_Task instructions_
Repeat word for word the opening stretch of the entries, from the first line through the line containing "public double? GainDbAt(double".

..........

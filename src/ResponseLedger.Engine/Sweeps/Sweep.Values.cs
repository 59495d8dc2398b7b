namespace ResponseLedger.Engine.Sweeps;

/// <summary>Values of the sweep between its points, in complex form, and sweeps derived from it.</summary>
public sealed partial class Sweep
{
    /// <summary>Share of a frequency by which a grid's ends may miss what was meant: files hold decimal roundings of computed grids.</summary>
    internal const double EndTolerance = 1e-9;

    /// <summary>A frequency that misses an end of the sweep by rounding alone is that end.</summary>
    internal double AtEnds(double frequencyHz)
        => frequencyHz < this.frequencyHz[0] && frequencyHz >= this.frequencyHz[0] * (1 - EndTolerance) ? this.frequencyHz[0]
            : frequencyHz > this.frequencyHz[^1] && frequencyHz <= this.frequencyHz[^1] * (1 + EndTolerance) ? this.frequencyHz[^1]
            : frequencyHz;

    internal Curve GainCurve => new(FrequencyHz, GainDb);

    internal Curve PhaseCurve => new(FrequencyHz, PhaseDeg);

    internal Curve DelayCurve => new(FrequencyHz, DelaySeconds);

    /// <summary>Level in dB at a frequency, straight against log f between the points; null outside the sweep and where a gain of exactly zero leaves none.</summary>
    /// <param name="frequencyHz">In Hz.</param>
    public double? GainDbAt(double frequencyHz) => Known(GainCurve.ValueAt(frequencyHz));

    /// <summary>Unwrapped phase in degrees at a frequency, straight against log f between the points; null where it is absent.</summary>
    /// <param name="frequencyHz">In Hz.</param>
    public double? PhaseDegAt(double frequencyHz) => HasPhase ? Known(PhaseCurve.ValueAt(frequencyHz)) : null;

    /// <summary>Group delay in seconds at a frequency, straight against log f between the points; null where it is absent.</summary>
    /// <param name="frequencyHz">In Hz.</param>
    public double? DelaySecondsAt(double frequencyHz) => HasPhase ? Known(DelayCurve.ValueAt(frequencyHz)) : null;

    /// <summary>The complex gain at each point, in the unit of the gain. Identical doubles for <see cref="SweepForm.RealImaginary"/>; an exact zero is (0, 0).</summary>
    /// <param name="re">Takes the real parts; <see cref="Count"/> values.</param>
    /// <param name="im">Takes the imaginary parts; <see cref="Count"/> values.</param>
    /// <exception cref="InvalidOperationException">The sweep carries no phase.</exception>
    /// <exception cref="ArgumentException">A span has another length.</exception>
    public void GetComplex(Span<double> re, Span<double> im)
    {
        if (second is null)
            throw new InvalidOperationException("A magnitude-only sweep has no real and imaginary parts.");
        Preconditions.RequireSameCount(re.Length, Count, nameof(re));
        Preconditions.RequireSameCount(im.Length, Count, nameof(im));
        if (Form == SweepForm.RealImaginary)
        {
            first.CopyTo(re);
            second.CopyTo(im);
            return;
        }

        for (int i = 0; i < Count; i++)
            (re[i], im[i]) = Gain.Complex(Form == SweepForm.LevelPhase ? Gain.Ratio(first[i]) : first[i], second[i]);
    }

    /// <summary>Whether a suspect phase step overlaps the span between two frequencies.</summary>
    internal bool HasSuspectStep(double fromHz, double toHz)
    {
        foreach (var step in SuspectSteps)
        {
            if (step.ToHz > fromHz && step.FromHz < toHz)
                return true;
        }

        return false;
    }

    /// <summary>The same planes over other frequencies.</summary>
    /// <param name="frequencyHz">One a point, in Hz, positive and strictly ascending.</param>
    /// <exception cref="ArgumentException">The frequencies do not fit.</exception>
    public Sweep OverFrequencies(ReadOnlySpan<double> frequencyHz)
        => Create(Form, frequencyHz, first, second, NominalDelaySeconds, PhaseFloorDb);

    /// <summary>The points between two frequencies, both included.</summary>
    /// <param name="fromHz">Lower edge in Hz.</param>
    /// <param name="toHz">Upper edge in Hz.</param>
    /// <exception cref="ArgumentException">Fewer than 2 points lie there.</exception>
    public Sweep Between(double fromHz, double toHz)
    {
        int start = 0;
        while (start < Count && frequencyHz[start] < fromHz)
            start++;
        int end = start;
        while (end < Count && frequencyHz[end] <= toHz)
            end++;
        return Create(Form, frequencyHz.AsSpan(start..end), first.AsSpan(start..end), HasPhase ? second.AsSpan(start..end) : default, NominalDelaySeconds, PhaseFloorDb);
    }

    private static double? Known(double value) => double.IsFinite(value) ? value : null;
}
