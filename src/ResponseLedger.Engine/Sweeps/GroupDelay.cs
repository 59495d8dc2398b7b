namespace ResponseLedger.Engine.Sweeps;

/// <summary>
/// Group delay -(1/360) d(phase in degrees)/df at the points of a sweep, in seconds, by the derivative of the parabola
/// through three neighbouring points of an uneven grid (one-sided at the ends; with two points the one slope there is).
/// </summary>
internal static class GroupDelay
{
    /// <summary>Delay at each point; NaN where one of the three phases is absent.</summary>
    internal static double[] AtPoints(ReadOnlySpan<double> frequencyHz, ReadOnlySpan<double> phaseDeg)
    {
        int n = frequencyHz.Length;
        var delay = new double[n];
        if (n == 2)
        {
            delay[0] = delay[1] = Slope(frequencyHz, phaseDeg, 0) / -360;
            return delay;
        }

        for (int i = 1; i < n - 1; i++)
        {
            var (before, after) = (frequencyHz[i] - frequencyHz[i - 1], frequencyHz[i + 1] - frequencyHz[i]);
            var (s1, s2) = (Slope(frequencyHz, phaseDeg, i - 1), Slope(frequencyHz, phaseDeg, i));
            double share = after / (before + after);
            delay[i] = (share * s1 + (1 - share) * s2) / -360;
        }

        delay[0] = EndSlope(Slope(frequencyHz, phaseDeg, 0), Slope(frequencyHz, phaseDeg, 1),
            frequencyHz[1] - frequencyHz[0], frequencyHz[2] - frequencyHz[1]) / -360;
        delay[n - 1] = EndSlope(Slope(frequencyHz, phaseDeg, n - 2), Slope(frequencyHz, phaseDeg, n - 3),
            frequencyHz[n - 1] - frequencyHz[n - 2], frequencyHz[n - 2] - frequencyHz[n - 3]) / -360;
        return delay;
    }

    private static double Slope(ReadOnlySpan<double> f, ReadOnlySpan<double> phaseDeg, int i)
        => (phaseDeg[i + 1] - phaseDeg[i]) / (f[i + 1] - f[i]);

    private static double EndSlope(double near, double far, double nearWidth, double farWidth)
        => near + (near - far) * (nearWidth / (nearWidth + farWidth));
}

..........

_Output of the task_
filename src/ResponseLedger.Engine/Sweeps/Sweep.Values.cs
repository 59495d8dc2398b7b
namespace ResponseLedger.Engine.Sweeps;

/// <summary>Values of the sweep between its points, in complex form, and sweeps derived from it.</summary>
public sealed partial class Sweep
{
    /// <summary>Share of a frequency by which a grid's ends may miss what was meant: files hold decimal roundings of computed grids.</summary>
    internal const double EndTolerance = 1e-9;

    /// <summary>A frequency that misses an end of the sweep by rounding alone is that end.</summary>
    internal double AtEnds(double frequencyHz)
        => frequencyHz < this.frequencyHz[0] && frequencyHz >= this.frequencyHz[0] * (1 - EndTolerance) ? this.frequencyHz[0]
            : frequencyHz > this.frequencyHz[^1] && frequencyHz <= this.frequencyHz[^1] * (1 + EndTolerance) ? this.frequencyHz[^1]
            : frequencyHz;

    internal Curve GainCurve => new(FrequencyHz, GainDb);

    internal Curve PhaseCurve => new(FrequencyHz, PhaseDeg);

    internal Curve DelayCurve => new(FrequencyHz, DelaySeconds);

    /// <summary>Level in dB at a frequency, straight against log f between the points; null outside the sweep and where a gain of exactly zero leaves none.</summary>
    /// <param name="frequencyHz">In Hz.</param>
    public double? GainDbAt(double frequencyHz) => Known(GainCurve.ValueAt(frequencyHz));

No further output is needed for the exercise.